*** Begin section ***
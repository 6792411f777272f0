"""Parts modelled in the host for tests: blocks whose faces are named by where they look. Invented, no product."""

from __future__ import annotations

import time
from collections.abc import Sequence

import bpy
import numpy as np
from fluxface.addon import live, tags
from fluxface.addon.properties import TagDefinition

# Corner numbers of a block's faces, outward, and the direction each looks in.
CORNERS = [(x, y, z) for x in (-0.5, 0.5) for y in (-0.5, 0.5) for z in (-0.5, 0.5)]
SIDES = {
    "-x": (0, 1, 3, 2),
    "+x": (4, 6, 7, 5),
    "-y": (0, 4, 5, 1),
    "+y": (2, 3, 7, 6),
    "-z": (0, 2, 6, 4),
    "+z": (1, 5, 7, 3),
}


def block(
    name: str = "block", size: Sequence[float] = (0.08, 0.06, 0.02), at: Sequence[float] = (0.0, 0.0, 0.0)
) -> bpy.types.Object:
    """A closed block of aluminium, in scene units, and the active object."""
    mesh = bpy.data.meshes.new(name)
    mesh.from_pydata([tuple(np.multiply(corner, size)) for corner in CORNERS], [], list(SIDES.values()))
    part = bpy.data.objects.new(name, mesh)
    part.location = at
    part.fluxface.material.name = "aluminium 6061-T6"
    bpy.context.scene.collection.objects.link(part)
    bpy.context.view_layer.objects.active = part
    bpy.context.view_layer.update()
    return part


def side(part: bpy.types.Object, *directions: str) -> np.ndarray:
    """(F,) bool, the faces of a block that look in the directions."""
    return np.isin(np.arange(len(part.data.polygons)), [list(SIDES).index(direction) for direction in directions])


def tag(scene: bpy.types.Scene, part: bpy.types.Object, name: str, faces: np.ndarray) -> TagDefinition:
    """A new tag with those faces."""
    made = tags.new(scene, name)
    tags.give(part.data, faces, made.uid)
    tags.keep_copies(scene, part.data)
    return scene.fluxface.tags[name]


def lamp(scene: bpy.types.Scene) -> bpy.types.Object:
    """A block with 12 W under it and air at 25 °C on all its other faces."""
    part = block("lamp")
    pad = tag(scene, part, "pad", side(part, "-z"))
    pad.use_heat, pad.heat = True, 12.0
    skin = tag(scene, part, "skin", ~side(part, "-z"))
    skin.use_convection, skin.coefficient, skin.ambient = True, 8.0, 298.15
    # Coarse, so that a run takes little time.
    scene.fluxface.order, scene.fluxface.size = "1", 0.02
    return part


def select(part: bpy.types.Object, faces: np.ndarray) -> None:
    """Enter edit mode with exactly those faces selected."""
    bpy.context.view_layer.objects.active = part
    if part.mode != "EDIT":
        bpy.ops.object.mode_set(mode="EDIT")
    bpy.context.tool_settings.mesh_select_mode = (False, False, True)
    bpy.ops.mesh.select_all(action="DESELECT")
    tags.select(part.data, faces)


HOT, COLD = 350.0, 300.0


def wall(along: str, at: Sequence[float] = (0.0, 0.0, 0.0)) -> bpy.types.Object:
    """A block held at COLD and HOT at its two ends along an axis, between which the temperature runs straight."""
    part = block("wall", at=at)
    for way, kelvin in (("+" + along, HOT), ("-" + along, COLD)):
        end = tag(bpy.context.scene, part, way, side(part, way))
        end.use_temperature, end.temperature = True, kelvin
    return part


def ready() -> None:
    """What the clock of a window would see to."""
    for _ in range(1000):
        if live.live.look() is None:
            return
        time.sleep(0.02)
    raise AssertionError("the responses did not come")
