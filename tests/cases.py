"""Cases and meshes for tests, in one line each. Materials are invented; lengths in metres, temperatures in kelvin."""

from __future__ import annotations

import json
import os
import subprocess
import sys
from collections.abc import Sequence
from dataclasses import dataclass
from pathlib import Path
from typing import Any

import numpy as np
from fluxface.solver.case import UNTAGGED, Accuracy, Case, Part, Surface, Tag
from fluxface.solver.fem.mesh import Mesh, quadratic
from fluxface.solver.geometry.surface import weld
from fluxface.solver.geometry.tetrahedra import fill
from fluxface.solver.materials import Material, Property


def metal(*conductivity: Property) -> Material:
    """An invented material: one conductivity, or three along the world's axes, W/(m K)."""
    return Material("invented metal", conductivity or (50.0,), density=2000.0, heat_capacity=500.0)


def case_of(
    surface: Surface,
    tags: Sequence[Tag],
    *,
    material: Material | Sequence[Material] | None = None,
    heat: float | Sequence[float] = 0.0,
    untagged: Tag = UNTAGGED,
    order: int = 2,
    size: float | None = None,
    **others: Any,
) -> Case:
    """A case whose parts are all there are in the surface; material and heat (W): one for all, or one for each."""
    count = int(surface.part.max()) + 1
    materials = [material or metal()] * count if material is None or isinstance(material, Material) else material
    heats = np.broadcast_to(heat, count).tolist()
    parts = [Part(f"part {i}", materials[i], heat=heats[i]) for i in range(count)]
    return Case(surface, tuple(parts), tuple(tags), untagged, accuracy=Accuracy(order, size), **others)


def mesh_of(surface: Surface, order: int, size: float | None = None) -> Mesh:
    """The tetrahedra of a surface of one part."""
    mesh = fill(weld(surface), "part", 0, Accuracy(order, size))
    return mesh if order == 1 else quadratic(mesh)


@dataclass(frozen=True)
class Ran:
    """What a run of the command line gave: its exit code and the lines of its two streams."""

    code: int
    out: str
    err: str

    @property
    def trouble(self) -> dict[str, Any]:
        """The JSON on the last line of stderr."""
        return json.loads(self.err.splitlines()[-1])


def run(*arguments: object, cwd: Path | None = None) -> Ran:
    """``python -m fluxface.solver`` with the arguments, in a process of its own."""
    command = [sys.executable, "-m", "fluxface.solver", *map(str, arguments)]
    environment = {**os.environ, "PYTHONIOENCODING": "utf-8"}
    done = subprocess.run(
        command, cwd=cwd, env=environment, capture_output=True, encoding="utf-8", timeout=300, check=False
    )
    return Ran(done.returncode, done.stdout, done.stderr)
*** End section ***
Task requirements: In the answer, the listing above should be restated word for word.

Response to the exercise:
repository 6792411f777272f0
"""Parts modelled in the host for tests: blocks whose faces are named by where they look. Invented, no product."""

from __future__ import annotations

import time
from collections.abc import Sequence

import bpy
import numpy as np
from fluxface.addon import live, tags
from fluxface.addon.properties import TagDefinition

# Corner numbers of a block's faces, outward, and the direction each looks in.
CORNERS = [(x, y, z) for x in (-0.5, 0.5) for y in (-0.5, 0.5) for z in (-0.5, 0.5)]
SIDES = {
    "-x": (0, 1, 3, 2),
    "+x": (4, 6, 7, 5),
    "-y": (0, 4, 5, 1),
    "+y": (2, 3, 7, 6),
    "-z": (0, 2, 6, 4),
    "+z": (1, 5, 7, 3),
}


def block(
    name: str = "block", size: Sequence[float] = (0.08, 0.06, 0.02), at: Sequence[float] = (0.0, 0.0, 0.0)
) -> bpy.types.Object:
    """A closed block of aluminium, in scene units, and the active object."""
    mesh = bpy.data.meshes.new(name)
    mesh.from_pydata([tuple(np.multiply(corner, size)) for corner in CORNERS], [], list(SIDES.values()))
    part = bpy.data.objects.new(name, mesh)
    part.location = at
    part.fluxface.material.name = "aluminium 6061-T6"
    bpy.context.scene.collection.objects.link(part)
    bpy.context.view_layer.objects.active = part
    bpy.context.view_layer.update()
    return part


def side(part: bpy.types.Object, *directions: str) -> np.ndarray:
    """(F,) bool, the faces of a block that look in the directions."""
    return np.isin(np.arange(len(part.data.polygons)), [list(SIDES).index(direction) for direction in directions])


def tag(scene: bpy.types.Scene, part: bpy.types.Object, name: str, faces: np.ndarray) -> TagDefinition:
    """A new tag with those faces."""
    made = tags.new(scene, name)
    tags.give(part.data, faces, made.uid)
    tags.keep_copies(scene, part.data)
    return scene.fluxface.tags[name]


def lamp(scene: bpy.types.Scene) -> bpy.types.Object:
    """A block with 12 W under it and air at 25 °C on all its other faces."""
    part = block("lamp")
    pad = tag(scene, part, "pad", side(part, "-z"))
    pad.use_heat, pad.heat = True, 12.0
    skin = tag(scene, part, "skin", ~side(part, "-z"))
    skin.use_convection, skin.coefficient, skin.ambient = True, 8.0, 298.15
    # Coarse, so that a run takes little time.
    scene.fluxface.order, scene.fluxface.size = "1", 0.02
    return part


def select(part: bpy.types.Object, faces: np.ndarray) -> None:
    """Enter edit mode with exactly those faces selected."""
    bpy.context.view_layer.objects.active = part
    if part.mode != "EDIT":
        bpy.ops.object.mode_set(mode="EDIT")
    bpy.context.tool_settings.mesh_select_mode = (False, False, True)
    bpy.ops.mesh.select_all(action="DESELECT")
    tags.select(part.data, faces)


HOT, COLD = 350.0, 300.0


def wall(along: str, at: Sequence[float] = (0.0, 0.0, 0.0)) -> bpy.types.Object:
    """A block held at COLD and HOT at its two ends along an axis, between which the temperature runs straight."""
    part = block("wall", at=at)
    for way, kelvin in (("+" + along, HOT), ("-" + along, COLD)):
        end = tag(bpy.context.scene, part, way, side(part, way))
        end.use_temperature, end.temperature = True, kelvin
    return part


def ready() -> None:
    """What the clock of a window would see to."""
    for _ in range(1000):
        if live.live.look() is None:
            return
        time.sleep(0.02)
    raise AssertionError("the responses did not come")
filename tests/cases.py
"""Cases and meshes for tests, in one line each. Materials are invented; lengths in metres, temperatures in kelvin."""

from __future__ import annotations

import json
import os
import subprocess
import sys
from collections.abc import Sequence
from dataclasses import dataclass
from pathlib import Path
from typing import Any

import numpy as np
from fluxface.solver.case import UNTAGGED, Accuracy, Case, Part, Surface, Tag
from fluxface.solver.fem.mesh import Mesh, quadratic
from fluxface.solver.geometry.surface import weld
from fluxface.solver.geometry.tetrahedra import fill
from fluxface.solver.materials import Material, Property


def metal(*conductivity: Property) -> Material:
    """An invented material: one conductivity, or three along the world's axes, W/(m K)."""
    return Material("invented metal", conductivity or (50.0,), density=2000.0, heat_capacity=500.0)


def case_of(
    surface: Surface,
    tags: Sequence[Tag],
    *,
    material: Material | Sequence[Material] | None = None,
    heat: float | Sequence[float] = 0.0,
    untagged: Tag = UNTAGGED,
    order: int = 2,
    size: float | None = None,
    **others: Any,
) -> Case:
    """A case whose parts are all there are in the surface; material and heat (W): one for all, or one for each."""
    count = int(surface.part.max()) + 1
    materials = [material or metal()] * count if material is None or isinstance(material, Material) else material
    heats = np.broadcast_to(heat, count).tolist()
    parts = [Part(f"part {i}", materials[i], heat=heats[i]) for i in range(count)]
    return Case(surface, tuple(parts), tuple(tags), untagged, accuracy=Accuracy(order, size), **others)


def mesh_of(surface: Surface, order: int, size: float | None = None) -> Mesh:
    """The tetrahedra of a surface of one part."""
    mesh = fill(weld(surface), "part", 0, Accuracy(order, size))
    return mesh if order == 1 else quadratic(mesh)


@dataclass(frozen=True)
class Ran:
    """What a run of the command line gave: its exit code and the lines of its two streams."""

    code: int
    out: str
    err: str

    @property
    def trouble(self) -> dict[str, Any]:
        """The JSON on the last line of stderr."""
        return json.loads(self.err.splitlines()[-1])


def run(*arguments: object, cwd: Path | None = None) -> Ran:
    """``python -m fluxface.solver`` with the arguments, in a process of its own."""
    command = [sys.executable, "-m", "fluxface.solver", *map(str, arguments)]
    environment = {**os.environ, "PYTHONIOENCODING": "utf-8"}
    done = subprocess.run(
        command, cwd=cwd, env=environment, capture_output=True, encoding="utf-8", timeout=300, check=False
    )
    return Ran(done.returncode, done.stdout, done.stderr)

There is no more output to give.